Meadows: We are working towards Meaningful Use on the ambulatory side and on the inpatient side. On the ambulatory side, almost all of our physicians in our physician network have qualified for Meaningful Use dollars. Most of them are in Stage 2 reporting period now, and athena really took the time to build the Meaningful Use process into their product, and so for doctors to really achieve the metrics that they need on the ambulatory side, it’s been quite simple for them to do. We’ve had great success with our doctors being able to achieve those requirements through just normal documentation in the EMR on the athena side. We’ve gone through a couple of audits for Meaningful Use on the ambulatory side, and all of those have passed with flying colors when they’ve really looked at each doctor individually to see did they meet the criteria or not. So we’ve been very pleased with that implementation on the ambulatory side.
On the inpatient side, we only applied for Medicaid Meaningful Use dollars and that is really driven by what the state provides, so we are in what they call phase 1-plus reporting period.
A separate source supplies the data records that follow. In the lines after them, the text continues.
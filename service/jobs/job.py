"""A job as the store holds it, seen by those who ask (Job) and by those who compute it (Task)."""

from dataclasses import dataclass
from typing import Any, Literal

from service.jobs.lifecycle import State
from service.processes.base import JSON

Response = Literal["raw", "document"]


@dataclass(frozen=True)
class Request:
    """What a client asked for, checked: the process, its canonical inputs and the form of the answer.

    outputs : ids of the outputs asked for, in the order of the process description.
    digest : `canonical.digest` of process and inputs.
    """

    process: str
    inputs: JSON
    response: Response
    outputs: tuple[str, ...]
    digest: str


@dataclass(frozen=True)
class Job:
    """The status of one job. Times are seconds since the epoch (UTC), None where not reached.

    progress : per cent, 0 to 100.
    partial : the result so far, a complete result document; None before the first.
    failure : the problem document (RFC 9457) of a failed job.
    computed_by : id of the job whose result answered this one; None when it was computed itself.
    """

    id: str
    process: str
    response: Response
    outputs: tuple[str, ...]
    digest: str
    state: State
    attempt: int
    progress: int
    message: str
    partial: JSON | None
    failure: dict[str, Any] | None
    computed_by: str | None
    created: float
    started: float | None
    finished: float | None
    updated: float
    expires: float | None


@dataclass(frozen=True)
class Task:
    """A job claimed for computing; ``owner`` and ``attempt`` fence everything written about it."""

    id: str
    owner: str
    attempt: int
    process: str
    inputs: JSON
    digest: str
    progress: int
    message: str
    partial: JSON | None
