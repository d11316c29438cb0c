"""Imported once by the fork server, so that every child has these modules loaded when it starts."""

import gc
import importlib
import os
import traceback

from service.jobs import registry

HEAVY = ("numpy", "scipy.sparse.linalg", "skfem", "shapely", "gmsh")

try:
    for module in HEAVY:
        importlib.import_module(module)
    registry.processes(os.environ[registry.VARIABLE])
    registry.warm(os.environ[registry.VARIABLE])
except Exception:
    # The fork server must live; a child meets the same error and reports it with its job.
    traceback.print_exc()

# Collections in a child would touch, and so copy, the pages it shares with the fork server.
gc.collect()
gc.freeze()
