"""What runs in the child process: one task, alone, reporting over a pipe, and then the end.

Messages are JSON: ``{"ready"}`` first, then any number of ``{"percent", "message", "partial"}``, and
one of ``{"result"}``, ``{"refused"}``, ``{"memory"}``, ``{"bug"}``.
"""

import ctypes
import json
import multiprocessing.forkserver
import os
import resource
import signal
import sys
import traceback
from multiprocessing.connection import Connection
from pathlib import Path
from typing import Any, NoReturn

from service.errors import ComputationError
from service.jobs import canonical, registry
from service.processes.base import JSON

_PR_SET_PDEATHSIG = 1
_HEADROOM = 2**30


def main(pipe: Connection, processes: str, memory: int) -> NoReturn:
    """Wait for a task on ``pipe``, compute it, send what came of it, and exit.

    processes : where the processes are found, ``module:name``.
    memory : resident bytes the parent allows; address space is bounded well above that.
    """
    _isolate(memory)
    code = 0
    try:
        _send(pipe, {"ready": True})
        task = json.loads(pipe.recv_bytes())
        _log_to(Path(task["log"]))
        _send(pipe, _outcome(pipe, processes, task["process"], task["inputs"]))
    except (EOFError, BrokenPipeError):
        code = 1  # the service is gone
    except BaseException:
        traceback.print_exc()
        code = 2
    finally:
        sys.stdout.flush()
        sys.stderr.flush()
        # Not sys.exit: libraries that hang or crash in their exit handlers must not spoil a finished job.
        os._exit(code)


def _outcome(pipe: Connection, processes: str, process: str, inputs: JSON) -> JSON:
    def report(percent: float, message: str, result_so_far: JSON) -> None:
        _send(pipe, {"percent": float(percent), "message": message, "partial": result_so_far})

    try:
        result = registry.processes(processes)[process].run(inputs, report)
        canonical.text(result)  # NaN, infinities and what is not JSON end here
        return {"result": result}
    except ComputationError as error:
        return {
            "refused": {
                "kind": error.kind,
                "title": error.title,
                "detail": error.detail,
                "status": error.status,
            }
        }
    except MemoryError:
        traceback.print_exc()
        return {"memory": True}
    except BaseException as error:
        traceback.print_exc()
        return {"bug": type(error).__name__}


def _send(pipe: Connection, message: JSON) -> None:
    pipe.send_bytes(canonical.text(message).encode("ascii"))


def _isolate(memory: int) -> None:
    os.setsid()
    _die_with_parent()
    # The fork server lives while any copy of this pipe is open; ours would keep it after the service.
    alive: Any = getattr(multiprocessing.forkserver._forkserver, "_forkserver_alive_fd", None)
    if isinstance(alive, int):
        os.close(alive)
    resource.setrlimit(resource.RLIMIT_CORE, (0, 0))
    bound = _address_space() + memory + _HEADROOM
    hard = resource.getrlimit(resource.RLIMIT_AS)[1]
    bound = bound if hard == resource.RLIM_INFINITY else min(bound, hard)
    resource.setrlimit(resource.RLIMIT_AS, (bound, hard))


def _die_with_parent() -> None:
    if sys.platform == "linux":
        ctypes.CDLL(None).prctl(_PR_SET_PDEATHSIG, signal.SIGKILL)


def _address_space() -> int:
    try:
        pages = int(Path("/proc/self/statm").read_text(encoding="ascii").split()[0])
    except OSError:
        return 0
    return pages * resource.getpagesize()


def _log_to(path: Path) -> None:
    # At the level of file descriptors: compiled libraries write past sys.stdout.
    log = os.open(path, os.O_WRONLY | os.O_CREAT | os.O_APPEND, 0o600)
    os.dup2(log, 1)
    os.dup2(log, 2)
    os.close(log)
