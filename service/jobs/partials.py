"""Results so far: whether they hold anything, and how one becomes the result when time is up."""

from typing import Any

from service.processes.base import JSON


def has_enclosure(value: Any) -> bool:
    """Whether a result document has, at any depth, an object with numeric ``lower`` and ``upper``."""
    if isinstance(value, dict):
        ends = value.get("lower"), value.get("upper")
        if all(isinstance(end, int | float) and not isinstance(end, bool) for end in ends):
            return True
        return any(has_enclosure(member) for member in value.values())
    return isinstance(value, list) and any(has_enclosure(item) for item in value)


def cut_short(partial: JSON, seconds: float) -> JSON:
    """The result of a job killed after ``seconds``: its last partial, and a warning that says so."""
    warning = (
        f"The computation was stopped after {seconds:g} s, before it reached its target. "
        "The enclosures are those proved until then; each is valid as it stands."
    )
    return {**partial, "target_met": False, "warnings": [*partial.get("warnings", []), warning]}
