"""One log file per job: what the libraries printed, and the traceback of a bug."""

import time
from contextlib import suppress
from pathlib import Path


class Logs:
    """The folder of job logs; files hold whatever the child wrote, and empty ones are removed."""

    def __init__(self, folder: Path, retention: float) -> None:
        folder.mkdir(parents=True, exist_ok=True, mode=0o700)
        self._folder = folder
        self._retention = retention

    def path(self, job_id: str) -> Path:
        """Where the job's child writes."""
        return self._folder / f"{job_id}.log"

    def tidy(self, job_id: str) -> None:
        """Remove the job's log when it says nothing."""
        with suppress(OSError):
            if self.path(job_id).stat().st_size == 0:
                self.path(job_id).unlink()

    def expire(self) -> None:
        """Remove logs older than the retention, in seconds."""
        oldest = time.time() - self._retention
        for file in self._folder.glob("*.log"):
            with suppress(OSError):
                if file.stat().st_mtime < oldest:
                    file.unlink()
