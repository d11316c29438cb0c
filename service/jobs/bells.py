"""Wakes the requests that wait for a job, from whatever thread the news comes."""

import asyncio
import threading
from collections import defaultdict
from collections.abc import Iterator
from contextlib import contextmanager, suppress


class Bells:
    """One bell per job, rung when the job ends."""

    def __init__(self) -> None:
        self._lock = threading.Lock()
        self._listeners: dict[str, set[asyncio.Event]] = defaultdict(set)
        self._loop: asyncio.AbstractEventLoop | None = None

    @contextmanager
    def listen(self, job_id: str) -> Iterator[asyncio.Event]:
        """An event set at every ring; call from the event loop that waits for it."""
        event = asyncio.Event()
        with self._lock:
            self._loop = asyncio.get_running_loop()
            self._listeners[job_id].add(event)
        try:
            yield event
        finally:
            with self._lock:
                self._listeners[job_id].discard(event)
                if not self._listeners[job_id]:
                    del self._listeners[job_id]

    def ring(self, job_id: str) -> None:
        """Wake those who listen for the job."""
        with self._lock:
            self._set(self._listeners.get(job_id, set()))

    def ring_all(self) -> None:
        """Wake everyone."""
        with self._lock:
            for events in self._listeners.values():
                self._set(events)

    def _set(self, events: set[asyncio.Event]) -> None:
        for event in events:
            if self._loop is not None:
                with suppress(RuntimeError):  # the loop has closed, and nobody waits any more
                    self._loop.call_soon_threadsafe(event.set)
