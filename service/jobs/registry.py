"""Finds the processes that can be executed, by the name of the module that lists them."""

import importlib
from collections.abc import Callable, Mapping
from typing import Any

from service.processes.base import Process

VARIABLE = "WELLPOSED_PROCESSES"
"""Environment variable by which the fork server learns the name."""


def processes(name: str) -> Mapping[str, Process]:
    """The processes by id, from ``module:attribute``.

    Raises ImportError when the module, and AttributeError when the attribute is not there.
    """
    module, _, attribute = name.partition(":")
    found: Mapping[str, Process] = getattr(importlib.import_module(module), attribute)
    return found


def warm(name: str) -> None:
    """Call ``warm()`` of the module that lists the processes, if it has one."""
    module: Any = importlib.import_module(name.partition(":")[0])
    action: Callable[[], object] | None = getattr(module, "warm", None)
    if action is not None:
        action()
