"""A job's life as a state machine: five states, and the moves between them that exist.

::

    submit ──► accepted ──claim──► running ──succeed──► successful ──┐
    answer ──────────────────────────────────────────►  (from cache) ├─purge──► dismissed
                   │                 │ ├────fail─────► failed ───────┘             ▲
                   │                 │ └──abandon────► failed                      │
                   └─────dismiss─────┴─────────────────────────────────────────────┘

``claim`` also takes a running job whose owner let its lease lapse: the job stays running and its
attempt number grows. ``abandon`` is for a job whose owners died too often. ``dismiss`` keeps the
enclosures found so far, ``purge`` leaves a tombstone. Rows are deleted when they expire.

Every change of state in the store is one SQL statement guarded by the ``sources`` of its move, so
whoever commits first wins and the other side sees that nothing was changed.
"""

from dataclasses import dataclass
from enum import StrEnum


class State(StrEnum):
    """The states of a job, by their names in OGC API – Processes."""

    ACCEPTED = "accepted"
    RUNNING = "running"
    SUCCESSFUL = "successful"
    FAILED = "failed"
    DISMISSED = "dismissed"

    @property
    def terminal(self) -> bool:
        """Whether no computation can change the job any more."""
        return self not in (State.ACCEPTED, State.RUNNING)


@dataclass(frozen=True)
class Move:
    """A change of state: where it may start and where it ends."""

    sources: frozenset[State]
    target: State


CLAIM = Move(frozenset({State.ACCEPTED, State.RUNNING}), State.RUNNING)
SUCCEED = Move(frozenset({State.RUNNING}), State.SUCCESSFUL)
FAIL = Move(frozenset({State.RUNNING}), State.FAILED)
ABANDON = Move(frozenset({State.RUNNING}), State.FAILED)
DISMISS = Move(frozenset({State.ACCEPTED, State.RUNNING}), State.DISMISSED)
PURGE = Move(frozenset({State.SUCCESSFUL, State.FAILED}), State.DISMISSED)

MOVES = {
    "claim": CLAIM,
    "succeed": SUCCEED,
    "fail": FAIL,
    "abandon": ABANDON,
    "dismiss": DISMISS,
    "purge": PURGE,
}


def progress_while_running(percent: float, before: int) -> int:
    """Whole per cent to show for a reported ``percent``: never below ``before``, 100 only on success."""
    return max(before, min(99, int(max(0.0, percent))))
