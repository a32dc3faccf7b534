const HALF_LOG_TWO_PI = 0.9189385332046728;

/**
 * What Stirling's leading term leaves of ln Gamma(x), for x >= 10: below 1e-15 off.
 *
 * @source Stirling series, DLMF 5.11.1
 */
export function stirlingCorrection(x: number): number {
  const r = 1 / (x * x);
  const tail = 1 / 1260 - r * (1 / 1680 - r * (1 / 1188 - r * (691 / 360360 - r / 156)));
  return (1 / 12 - r * (1 / 360 - r * tail)) / x;
}

/**
 * Natural logarithm of the gamma function for x > 0, by the recurrence up to 10 and Stirling's series from there.
 *
 * @source DLMF 5.5.1 and 5.11.1
 * @example logGamma(5) // ln 24 = 3.178053830347946
 */
export function logGamma(x: number): number {
  let product = 1;
  let shifted = x;
  while (shifted < 10) {
    product *= shifted;
    shifted += 1;
  }
  return (shifted - 0.5) * Math.log(shifted) - shifted + HALF_LOG_TWO_PI + stirlingCorrection(shifted) - Math.log(product);
}

/**
 * ln B(a, b) without the cancellation of three large logarithms, so that it keeps its digits at a million degrees of freedom.
 *
 * @source DLMF 5.12.1 with Stirling's series; the arrangement of Didonato and Morris 1992
 */
export function logBeta(a: number, b: number): number {
  const p = Math.min(a, b);
  const q = Math.max(a, b);
  const share = p / (p + q);
  if (p >= 10) {
    const correction = stirlingCorrection(p) + stirlingCorrection(q) - stirlingCorrection(p + q);
    return HALF_LOG_TWO_PI - 0.5 * Math.log(q) + correction + (p - 0.5) * Math.log(share) + q * Math.log1p(-share);
  }
  if (q >= 10) {
    const correction = stirlingCorrection(q) - stirlingCorrection(p + q);
    return logGamma(p) + correction + p - p * Math.log(p + q) + (q - 0.5) * Math.log1p(-share);
  }
  return logGamma(p) + logGamma(q) - logGamma(p + q);
}
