import { NumericError } from '../rig/numeric-error';
import type { StandardisedDifference } from './cohen-dz';
import { logGamma } from './log-gamma';
import { meanAndDeviation } from './mean-and-deviation';
import { noncentralityInterval } from './noncentral-t';
import { requireSample } from './require-sample';

/**
 * Hedges' g of two separate groups, of equal or unequal size: mean difference over the pooled deviation, without the small
 * sample's bias.
 *
 * @param a, b values of the two groups, two or more each
 * @param confidence share, 0.95 by default
 * @throws NumericError TOO_SHORT below two values a group, UNDEFINED when neither group has any spread
 * @source Hedges 1981 (exact correction by gamma functions); Steiger and Fouladi 1997 (interval)
 */
export function hedgesG(a: ArrayLike<number>, b: ArrayLike<number>, confidence = 0.95): StandardisedDifference {
  requireSample(a, 2, 'a');
  requireSample(b, 2, 'b');
  const first = meanAndDeviation(a);
  const second = meanAndDeviation(b);
  if (first.constant && second.constant) {
    throw new NumericError('UNDEFINED', 'Neither group has any spread to measure the difference by.');
  }
  const df = first.n + second.n - 2;
  const pooled = Math.sqrt(((first.n - 1) * first.sd ** 2 + (second.n - 1) * second.sd ** 2) / df);
  const d = (first.mean - second.mean) / pooled;
  const root = Math.sqrt((first.n * second.n) / (first.n + second.n));
  const correction = Math.exp(logGamma(df / 2) - 0.5 * Math.log(df / 2) - logGamma((df - 1) / 2));
  const [low, high] = noncentralityInterval(d * root, df, confidence);
  return { value: d * correction, interval: [(low / root) * correction, (high / root) * correction] };
}
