describe('a body', () => {
  const send = (body: string | Uint8Array<ArrayBuffer>, headers: Record<string, string> = json) => refused(lead, 'POST', '/api/rigs', { body, headers });

  it.each([
    ['cut off', '{"file":'],
    ['with a comma too many', '{"file":1,}'],
    ['with NaN', '{"file":NaN}'],
    ['with a null character in a text', '{"file":{},"remark":"a\\u0000b"}'],
    ['with half a character in a text', '{"file":{},"remark":"\\ud800"}'],
    ['with a null character in a name', '{"file":{"a\\u0000":1}}'],
  ])('%s is no JSON', async (_what, body) => {
    expect(await send(body)).toMatchObject({ status: 400, code: 'MALFORMED_JSON' });
  });

  it('in bytes that are no text is refused', async () => {
    expect([400, 422]).toContain((await send(Uint8Array.from([0x7b, 0xff, 0xfe, 0x7d]))).status);
  });

  it('in another encoding or character set is refused', async () => {
    expect(await send('{}', { ...json, 'content-encoding': 'made-up' })).toMatchObject({ status: 400, code: 'MALFORMED_JSON' });
    expect(await send('{}', { 'content-type': 'application/json; charset=made-up' })).toMatchObject({ status: 400, code: 'MALFORMED_JSON' });
  });

  it('of another media type is refused', async () => {
    expect(await send('file=1', { 'content-type': 'application/x-www-form-urlencoded' })).toMatchObject({ status: 415, code: 'MEDIA_TYPE' });
    expect(await send('{"file":1}', { 'content-type': 'text/plain' })).toMatchObject({ status: 415, code: 'MEDIA_TYPE' });
  });

  it('above a megabyte is refused, also at the sign-in', async () => {
    const large = JSON.stringify({ file: 'x'.repeat(1_000_001) });
    expect(await send(large)).toMatchObject({ status: 413, code: 'TOO_LARGE' });
    expect(await refused(app.nobody(), 'POST', '/api/auth/sign-in/email', { body: large, headers: json })).toMatchObject({ status: 413, code: 'TOO_LARGE' });
  });

  it.each([['a list', '[]'], ['a number', '7'], ['null', 'null'], ['a text', '"x"']])('that is %s is told what is missing', async (_what, body) => {
    expect(await refused(lead, 'POST', '/api/studies', { body, headers: json })).toMatchObject({ status: 422, code: 'INVALID' });
  });

  it('that is missing is told what is missing', async () => {
    const told = await refused(lead, 'POST', '/api/studies', { headers: {} });
    expect(told).toMatchObject({ status: 422, code: 'INVALID' });
    expect(told.faults!.map(({ path }) => path)).toEqual(expect.arrayContaining(['code', 'title', 'conditions', 'tasks']));
  });

  it('cannot reach into how objects work', async () => {
    await refused(lead, 'POST', '/api/rigs', { body: '{"file":{"__proto__":{"polluted":true},"constructor":{"prototype":{"polluted":true}}}}', headers: json });
    expect(({} as { polluted?: boolean }).polluted).toBeUndefined();
  });

  it('that breaks off leaves nothing, and the server goes on', async () => {
    const before = await contents();
    await new Promise<void>((resolve) => {
      const half = request(`${app.url}/api/rigs`, { method: 'POST', headers: { ...json, cookie: lead.cookie, 'content-length': 1000 } });
      half.on('error', () => resolve());
      half.write('{"file":', () => half.destroy());
    });
    expect((await lead.get('/api/me')).status).toBe(200);
    expect(await contents()).toEqual(before);
  });
});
So we’re doing our second reporting period for stage 1 Meaningful Use, and we intend to proceed with stage 2. The jury’s out with Stage 3; we’ll just see.
The jury’s out with stage 3, we’ll just see. Because even in stage 2, a lot of the metrics still are very adult driven, so we report on a lot of metrics where we have zero denominator because those diagnoses would not occur in a pediatric facility. Have the pediatric metrics got better? I think over time they have. They’ve matured, but they’re still mostly very adult driven. But we saw Meaningful Use as something that we were already striving for before the regulations came out, so for us it’s more about being prepared, and if there are penalties that begin with the Medicaid population, then we will be prepared for that. But a lot of it is good care, and so we want to make sure that we’re providing that care to our patients.